Fire in the belly
ELIZA SCANLEN STARS IN A RAW AND INTENSE SERIES ABOUT BLACK SUMMER
Eliza Scanlen watched the devastating Black Summer bushfires unfold from the other side of the world with a combination of horror, helplessness and homesickness.
The former Home And Away actor, riding high on the success of her appearances in the acclaimed HBO drama Sharp Objects and the Oscarnominated adaptation of Little Women, was appearing opposite Ed Harris in a Broadway production of To Kill A Mockingbird when she saw large swathes of her homeland razed by the worst infernos in decades.
“I was in New York working and I was very homesick,” she recalls from Atlanta, where she is now filming historical anthology series, The First Lady. “I was sent photos and videos and watched the news from afar. It was very hard to watch the devastation from the other side of the world.”
She sprang into action, enlisting the help of her theatre community.
“We had all become quite close and as soon as we started getting news about the fires, people were putting in donations and I started a fundraiser within the company,” she says. “One of the performers in the company started making socks for koalas and shipped them over to Australia.”
As it turned out, the pandemic shut the play down early last year and she returned to her hometown of Sydney.

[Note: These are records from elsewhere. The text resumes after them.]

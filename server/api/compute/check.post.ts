// As-built check: one-to-one matching of found atoms to blueprint sites (contract in the README's API section).
export default defineEventHandler(async (event) => {
  await requireUserId(event)
  return runCompute({ kind: 'check', input: await readJson(event) })
})
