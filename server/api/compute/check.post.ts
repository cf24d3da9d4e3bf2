// As-built check: one-to-one matching of found atoms to blueprint sites (contract in DESIGN.md §4).
export default defineEventHandler(async (event) => {
  await requireUserId(event)
  return runCompute({ kind: 'check', input: await readJson(event) })
})
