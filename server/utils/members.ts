import { and, count, eq } from 'drizzle-orm'
import type { Db } from './db'

/** A lab always keeps at least one owner: refuse a change that would leave it with none. */
export async function assertNotLastOwner(db: Db, labId: number, userId: number, what: string) {
  const membership = await db.query.memberships.findFirst({
    where: and(eq(schema.memberships.lab_id, labId), eq(schema.memberships.user_id, userId)),
  })
  if (!membership) throw createError({ statusCode: 404, message: 'No such member' })
  if (membership.role !== 'owner') return membership
  const [row] = await db.select({ n: count() }).from(schema.memberships)
    .where(and(eq(schema.memberships.lab_id, labId), eq(schema.memberships.role, 'owner')))
  if ((row?.n ?? 0) <= 1) {
    throw createError({ statusCode: 400, message: `The last owner cannot ${what}. Make another member an owner first.`, data: { field: 'role' } })
  }
  return membership
}
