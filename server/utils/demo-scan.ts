import { fitLattice } from '#shared/lattice/fit'
import { latticeFromSurface, siteAt } from '#shared/lattice/lattice'
import { mulberry32, syntheticScan } from '#shared/scan/synthetic'

// The demo's topograph (invented data for the demo only): cobalt adatoms scattered over fcc
// hollows of Ag(111), imaged 30.7 × 30.7 nm with noise, a slight tilt and line offsets, as a
// night's starting scan might look. Fixed seed: the same picture on every fresh database.
export function demoTopograph() {
  const rand = mulberry32(2026)
  const lattice = latticeFromSurface('Ag(111)', 'fcc', { origin: [15.32, 15.41], rotation_deg: 7.5 })
  const size_nm = 30.72
  const taken = new Set<string>()
  const atoms: { x_nm: number, y_nm: number, height_nm: number }[] = []
  while (atoms.length < 64) {
    const i = Math.round((rand() - 0.5) * 110)
    const j = Math.round((rand() - 0.5) * 110)
    const [x, y] = siteAt(lattice, i, j)
    if (x < 1.5 || y < 1.5 || x > size_nm - 1.5 || y > size_nm - 1.5) continue
    if (atoms.some(a => Math.hypot(a.x_nm - x, a.y_nm - y) < 1.6) || taken.has(`${i},${j}`)) continue
    taken.add(`${i},${j}`)
    atoms.push({ x_nm: x, y_nm: y, height_nm: 0.075 + 0.01 * rand() })
  }
  const scan = syntheticScan({
    width: 512, height: 512, pixel_nm: size_nm / 512, atoms, fwhm_nm: 0.85,
    noise_nm: 0.003, tilt: { dz_dx: 0.004, dz_dy: -0.002 }, line_offset_nm: 0.006, seed: 7,
  })
  // Marks as a detection would give them: each within a few pm of its adatom.
  const marks = atoms.map(a => ({ ...a, x_nm: a.x_nm + 0.008 * (rand() - 0.5), y_nm: a.y_nm + 0.008 * (rand() - 0.5) }))
  const fit = fitLattice({ surface: 'Ag(111)', site: 'fcc', marks: marks.map(a => [a.x_nm, a.y_nm]), affine: true })
  return { scan, atoms, marks, fit, size_nm }
}

/** The morning after-scan of the demo: the adatoms where the night left them, imaged the same way. */
export function demoAfterScan(positions: [number, number][], size_nm: number) {
  const atoms = positions.map(([x, y], k) => ({ x_nm: x, y_nm: y, height_nm: 0.075 + 0.01 * ((k * 7919) % 11) / 11 }))
  const scan = syntheticScan({
    width: 512, height: 512, pixel_nm: size_nm / 512, atoms, fwhm_nm: 0.85,
    noise_nm: 0.003, tilt: { dz_dx: -0.003, dz_dy: 0.002 }, line_offset_nm: 0.006, seed: 8,
  })
  const fit = fitLattice({ surface: 'Ag(111)', site: 'fcc', marks: positions, affine: true })
  return { scan, atoms, fit }
}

Like countless other actors and creatives around the world, she didn’t work for months, but she says she used the break to “recalibrate” and have a good think about the kind of projects she wanted to work on. Her first postpandemic gig was M. Night Shyamalan’s Old, and while she was filming the thriller in the Dominican Republic from last September, she received the script for the six-part ABC drama Fires, which was inspired by the stories of the people on the frontline of the 2019-20 bushfires.
She knew right away it was exactly the kind of project she wanted to be associated with. Not only was her role of young volunteer firefighter Tash one of two characters who ties together the six separate stories of desperation, resilience and survival, she felt it would also give her a chance to contribute – even if only in a small way – to an issue and a cause she had missed while working overseas.
“Even though I wasn’t directly affected by the fires, everyone had a very emotional response to it,” she says. “We have all seen Australia really suffer as a result of it and it was really frightening to watch what happened. That feeling of helplessness was horrible, not being able to do anything about it and this felt like in, some small fraction of a way we were (able to).”
Scanlen acknowledges that the series might be too raw and intense for people adversely affected, but she hopes it will once again bring to the fore the role that climate change played in the extreme conditions that fuelled the fires, a conversation she says was sidelined as the pandemic took hold.
“It was very clear for us that our role was to represent the young people of Australia who are very concerned about the future and how climate change might affect their future,” she says. “To me, Tash and Mott (played by Hunter
Page-Lochard) symbolise a stolen youth. Young people are trying to use their voice to raise awareness, for the most part because it’s going to be their lives … disadvantaged by climate change.”
To prepare for her role, Scanlen talked to firefighters “from captains to volunteers” about why they do the work, as well as taking part in a boot camp to teach her the basics.
“Some people were more open than others because it still is very traumatic to talk about and it was difficult trying to gauge that without triggering anybody,” she says. “Everyone was so generous with what they shared and I was very interested in the community aspect of the brigade and why people keep coming back.”
Scanlen says an added bonus of filming in Victoria earlier this year was working with the who’s who of the Australian acting community that signed on for Fires,
including Richard Roxburgh, Miranda Otto, Anna Torv and Sam Worthington.
“Hunter and I really enjoyed being able to meet everybody because we weave in and out of every episode and it was so cool to meet all these people I had grown up watching,” she says.